Task requirements: Within these entries, which lines include the string "siteName"? Copy each one.

━━━ Information provided ━━━

// Projections for the sites a user sees: each site planned on its own stock, then offered other sites' spare lots where it falls short.
import { Op } from 'sequelize';
import { Site } from '../../database/models/index.js';
import type { ProductStockSettingsView } from '../../shared/demand/demand-schemas.js';
import { projectSite } from '../../shared/demand/project-site.js';
import type { SiteProjection } from '../../shared/demand/projection-types.js';
import type { SiteProjectionView } from '../../shared/demand/projection-view.js';
import { transferCandidates, type SpareLot } from '../../shared/demand/transfer-candidates.js';
import { dataVersion } from '../cache/data-versions.js';
import { VersionedCache } from '../cache/versioned-cache.js';
import { siteToday } from '../flocks/site-today.js';
import { AppError } from '../http/app-error.js';
import { listPurchaseOrders } from '../purchase-orders/purchase-orders-service.js';
import { nextReference } from './next-reference.js';
import { withSendings } from './order-sendings.js';
import { loadProjectionInput, type LoadedProjection } from './projection-inputs.js';
import { loadTransferViews } from './transfer-view.js';

interface Projected {
  loaded: LoadedProjection;
  projection: SiteProjection;
}

function spareLots(site: Site, { loaded, projection }: Projected): SpareLot[] {
  const left = new Map(projection.lotsLeft.map((entry) => [entry.id, entry.vials]));
  return loaded.input.lots.flatMap((lot) => {
    const vials = left.get(lot.id) ?? 0;
    if (lot.source !== 'stock' || lot.status !== 'usable' || vials === 0 || lot.expiry < projection.today) return [];
    return [{ siteId: site.id, siteName: site.name, lotId: lot.lotId!, lotNumber: lot.label, productId: lot.productId, dosesPerVial: lot.dosesPerVial, expiry: lot.expiry, spareVials: vials }];
  });
}

function settingsViews(siteId: number, { loaded, projection }: Projected): ProductStockSettingsView[] {
  return projection.products.map((product) => {
    const saved = loaded.settings.get(product.productId);
    return {
      siteId,
      productId: product.productId,
      productName: product.productName,
      safetyStockKind: saved?.safetyStockKind ?? 'doses',
      safetyStockValue: saved?.safetyStockValue ?? 0,
      supplierId: saved?.supplierId ?? null,
      presentationId: saved?.presentationId ?? null,
      serviceLevel: saved?.serviceLevel ?? null,
      saved: saved !== undefined,
    };
  });
}

/** The planner refuses vial sizes too close to coprime to plan exactly (e.g. 1,000 and 1,001 doses): say so, never a 500. */
function planOrExplain(site: Site, loaded: LoadedProjection): SiteProjection {
  try {
    return projectSite(loaded.input);
  } catch (error) {
    if (error instanceof RangeError) throw AppError.unprocessable(`${site.name} cannot be planned exactly: ${error.message}. Check the packs' doses per vial in the catalogue.`);
    throw error;
  }
}

/**
 * Every visible site's view. It depends on the user only through the set of sites they see (each may lend to
 * another), so it is cached per site set, data version and each site's today.
 */
const cachedViews = new VersionedCache<SiteProjectionView[]>();

/** Projections of `wanted` sites; every site the user sees is planned, since each may lend to another. */
export async function projectSites(user: Express.User, wanted: number[] | 'all', now = new Date()): Promise<SiteProjectionView[]> {
  const version = await dataVersion('projection');
  const sites = await Site.findAll({ where: user.allSites ? {} : { id: { [Op.in]: user.siteIds } }, order: [['name', 'ASC']] });
  const key = sites.map((site) => `${site.id}:${siteToday(site, now)}`).join(',');
  const all = version === null ? await viewsOfSites(user, sites, now) : await cachedViews.get(version, key, () => viewsOfSites(user, sites, now));
  // 'all' hands back the cached array itself, so what is derived from it can be kept beside it (see cachedJson).
  return wanted === 'all' ? all : all.filter((view) => wanted.includes(view.siteId));
}

/** Forgets every cached body (tests that compare a cold computation with a cached one). */
export function clearProjectionCache(): void {
  cachedViews.clear();
}

async function viewsOfSites(user: Express.User, sites: Site[], now: Date): Promise<SiteProjectionView[]> {
  const projected = new Map<number, Projected>();
  for (const site of sites) {
    const loaded = await loadProjectionInput(site.id, now);
    projected.set(site.id, { loaded, projection: planOrExplain(site, loaded) });
  }
  const spare = new Map(sites.map((site) => [site.id, spareLots(site, projected.get(site.id)!)]));
  const views: SiteProjectionView[] = [];
  for (const site of sites) {
    const own = projected.get(site.id)!;
    const othersSpare = sites.filter((other) => other.id !== site.id).flatMap((other) => spare.get(other.id)!);
    const borrowing = own.projection.products
      .filter((product) => product.firstShortfallDate !== null)
      .map((product) => ({
        productId: product.productId,
        productName: product.productName,
        candidates: transferCandidates({ productId: product.productId, firstShortfallDate: product.firstShortfallDate!, shortfallDoses: product.shortfallDoses }, othersSpare),
      }))
      .filter((entry) => entry.candidates.length > 0);
    views.push({
      ...own.projection,
      siteId: site.id,
      siteName: site.name,
      siteCode: site.code,
      horizonDays: own.loaded.input.horizonDays,
      transfers: await loadTransferViews({ siteId: site.id }),
      borrowing,
      settings: settingsViews(site.id, own),
      nextReference: await nextReference(site.code, own.projection.today),
      openOrders: await withSendings(await listPurchaseOrders(user, { status: 'open', siteId: site.id })),
    });
  }
  return views;
}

━━━

Expected answer:
    return [{ siteId: site.id, siteName: site.name, lotId: lot.lotId!, lotNumber: lot.label, productId: lot.productId, dosesPerVial: lot.dosesPerVial, expiry: lot.expiry, spareVials: vials }];
      siteName: site.name,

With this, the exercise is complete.